EXERCISE INSTRUCTIONS - Lines from the listing below that contain the string "Hermitian" are to be reported.

·····

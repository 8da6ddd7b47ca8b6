import { describe, expect, it } from 'vitest';
import { referenceKernels } from '../../src/engine/kernels.js';
import { cloneDensityMatrix, createDensityMatrix, hermiticityResidual, minEigenvalue, traceOf } from '../../src/engine/densityMatrix.js';
import { krausToSuperoperator } from '../../src/linalg/superoperator.js';
import { fromRows, identity } from '../../src/linalg/cmatrix.js';
import { DENSE_AGREEMENT, denseChannel, denseReset, rhoDiff, rhoToMath } from './dense.js';
import { mulberry32, randInt, randomDensityMatrix, randomKraus, randomTargets, randomUnitary } from './helpers.js';

/** Tolerance for trace and Hermiticity drift over long random circuits (rounding only). */
const DRIFT_TOLERANCE = 1e-12;
/** Allowed negative rounding in the smallest eigenvalue of a valid state. */
const PSD_TOLERANCE = 1e-12;

const X = fromRows([
  [0, 1],
  [1, 0],
]);
const CNOT = fromRows([
  [1, 0, 0, 0],
  [0, 1, 0, 0],
  [0, 0, 0, 1],
  [0, 0, 1, 0],
]);

describe('layout of targets', () => {
  it('X on qubit 0 of 2 moves |00⟩ to |10⟩ (index 2, qubit 0 most significant; layout.ts convention)', () => {
    const rho = createDensityMatrix(2);
    referenceKernels.applyUnitary(rho, [0], X);
    expect(rho.data[2 * (2 * 4 + 2)]).toBe(1);
    expect(traceOf(rho)).toBe(1);
  });

  it('CNOT with targets [1, 0] uses qubit 1 as control (first target = leftmost factor)', () => {
    // |01⟩ (index 1): control qubit 1 is set, so qubit 0 flips → |11⟩ (index 3)
    const rho = createDensityMatrix(2);
    referenceKernels.applyUnitary(rho, [1], X);
    referenceKernels.applyUnitary(rho, [1, 0], CNOT);
    expect(rho.data[2 * (3 * 4 + 3)]).toBe(1);
    // with targets [0, 1] the control is qubit 0 (clear), nothing happens
    const rho2 = createDensityMatrix(2);
    referenceKernels.applyUnitary(rho2, [1], X);
    referenceKernels.applyUnitary(rho2, [0, 1], CNOT);
    expect(rho2.data[2 * (1 * 4 + 1)]).toBe(1);
  });
});

describe('reference kernels against a dense mathjs computation', () => {
  // Source: independent dense computation with mathjs (full 2^n × 2^n operators from math.kron
  // and permutation matrices; U ρ U† and Σ K ρ K†), see ./helpers.ts.
  const cases: Array<[n: number, k: number]> = [
    [1, 1],
    [2, 1],
    [2, 2],
    [3, 1],
    [3, 2],
    [3, 3],
    [4, 1],
    [4, 2],
    [4, 3],
  ];

  it.each(cases)('applyUnitary on %i qubits, %i targets in random order', (n, k) => {
    const rng = mulberry32(1000 + 10 * n + k);
    for (let trial = 0; trial < 3; trial++) {
      const rho = randomDensityMatrix(rng, n);
      const targets = randomTargets(rng, n, k);
      const u = randomUnitary(rng, 1 << k);
      const expected = denseChannel(n, targets, [u], rhoToMath(rho));
      referenceKernels.applyUnitary(rho, targets, u);
      expect(rhoDiff(rho, expected)).toBeLessThan(DENSE_AGREEMENT);
    }
  });

  it.each(cases)('applyKraus on %i qubits, %i targets, random CPTP channel', (n, k) => {
    const rng = mulberry32(2000 + 10 * n + k);
    for (let trial = 0; trial < 2; trial++) {
      const rho = randomDensityMatrix(rng, n);
      const targets = randomTargets(rng, n, k);
      const kraus = randomKraus(rng, 1 << k, 1 + randInt(rng, 4));
      const expected = denseChannel(n, targets, kraus, rhoToMath(rho));
      referenceKernels.applyKraus(rho, targets, kraus);
      expect(rhoDiff(rho, expected)).toBeLessThan(DENSE_AGREEMENT);
    }
  });

  it.each(cases)('applySuperoperator of Σ conj(K)⊗K on %i qubits, %i targets', (n, k) => {
    const rng = mulberry32(3000 + 10 * n + k);
    const rho = randomDensityMatrix(rng, n);
    const targets = randomTargets(rng, n, k);
    const kraus = randomKraus(rng, 1 << k, 2);
    const expected = denseChannel(n, targets, kraus, rhoToMath(rho));
    referenceKernels.applySuperoperator(rho, targets, krausToSuperoperator(kraus));
    expect(rhoDiff(rho, expected)).toBeLessThan(DENSE_AGREEMENT);
  });

  it('applyKraus also acts correctly on a non-Hermitian operand (linearity of the map)', () => {
    // The kernels act on any matrix; check on a random non-Hermitian ρ-shaped array.
    const rng = mulberry32(4242);
    const n = 3;
    const rho = randomDensityMatrix(rng, n);
    for (let i = 0; i < rho.data.length; i++) rho.data[i] += 0.1 * (rng() - 0.5);
    const targets = [2, 0];
    const kraus = randomKraus(rng, 4, 3);
    const expected = denseChannel(n, targets, kraus, rhoToMath(rho));
    referenceKernels.applyKraus(rho, targets, kraus);
    expect(rhoDiff(rho, expected)).toBeLessThan(DENSE_AGREEMENT);
  });
});

describe('reset against its definition |0⟩⟨0|_q ⊗ Tr_q ρ', () => {
  // Source: dense mathjs computation of the definition (partial trace by sub-blocks), ./helpers.ts.
  for (const n of [1, 2, 3, 4]) {
    it(`every qubit of a random ${n}-qubit state`, () => {
      const rng = mulberry32(5000 + n);
      for (let q = 0; q < n; q++) {
        const rho = randomDensityMatrix(rng, n);
        const expected = denseReset(n, q, rhoToMath(rho));
        referenceKernels.reset(rho, q);
        expect(rhoDiff(rho, expected)).toBeLessThan(DENSE_AGREEMENT);
      }
    });
  }

  it('is idempotent and leaves |0⟩⟨0| on the qubit', () => {
    const rng = mulberry32(77);
    const rho = randomDensityMatrix(rng, 3);
    referenceKernels.reset(rho, 1);
    const once = cloneDensityMatrix(rho);
    referenceKernels.reset(rho, 1);
    expect(Array.from(rho.data)).toEqual(Array.from(once.data));
  });
});

describe('argument checks', () => {
  it('rejects repeated, out-of-range and mismatched targets', () => {
    const rho = createDensityMatrix(2);
    expect(() => referenceKernels.applyUnitary(rho, [0, 0], CNOT)).toThrow(RangeError);
    expect(() => referenceKernels.applyUnitary(rho, [2], X)).toThrow(RangeError);
    expect(() => referenceKernels.applyUnitary(rho, [0], CNOT)).toThrow(RangeError);
    expect(() => referenceKernels.applyKraus(rho, [0, 1], [X])).toThrow(RangeError);
    expect(() => referenceKernels.applySuperoperator(rho, [0], identity(2))).toThrow(RangeError);
    expect(() => referenceKernels.reset(rho, -1)).toThrow(RangeError);
  });
});

describe('long random noisy circuit keeps ρ a valid state', () => {
  it('4 qubits, 200 random unitaries / channels / resets: trace 1, Hermitian, PSD', () => {
    // A CPTP map preserves trace, Hermiticity and positivity (Nielsen & Chuang §8.2, from memory).
    const rng = mulberry32(20240601);
    const n = 4;
    const rho = createDensityMatrix(n);
    for (let step = 0; step < 200; step++) {
      const kind = randInt(rng, 3);
      if (kind === 2) {
        referenceKernels.reset(rho, randInt(rng, n));
      } else {
        const k = 1 + randInt(rng, 2);
        const targets = randomTargets(rng, n, k);
        if (kind === 0) referenceKernels.applyUnitary(rho, targets, randomUnitary(rng, 1 << k));
        else referenceKernels.applyKraus(rho, targets, randomKraus(rng, 1 << k, 1 + randInt(rng, 4)));
      }
      if (step % 20 === 19) {
        expect(Math.abs(traceOf(rho) - 1)).toBeLessThan(DRIFT_TOLERANCE);
        expect(hermiticityResidual(rho)).toBeLessThan(DRIFT_TOLERANCE);
        expect(minEigenvalue(rho)).toBeGreaterThan(-PSD_TOLERANCE);
      }
    }
  });
});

·····

THE ANSWER -
  it('applyKraus also acts correctly on a non-Hermitian operand (linearity of the map)', () => {
    // The kernels act on any matrix; check on a random non-Hermitian ρ-shaped array.
  it('4 qubits, 200 random unitaries / channels / resets: trace 1, Hermitian, PSD', () => {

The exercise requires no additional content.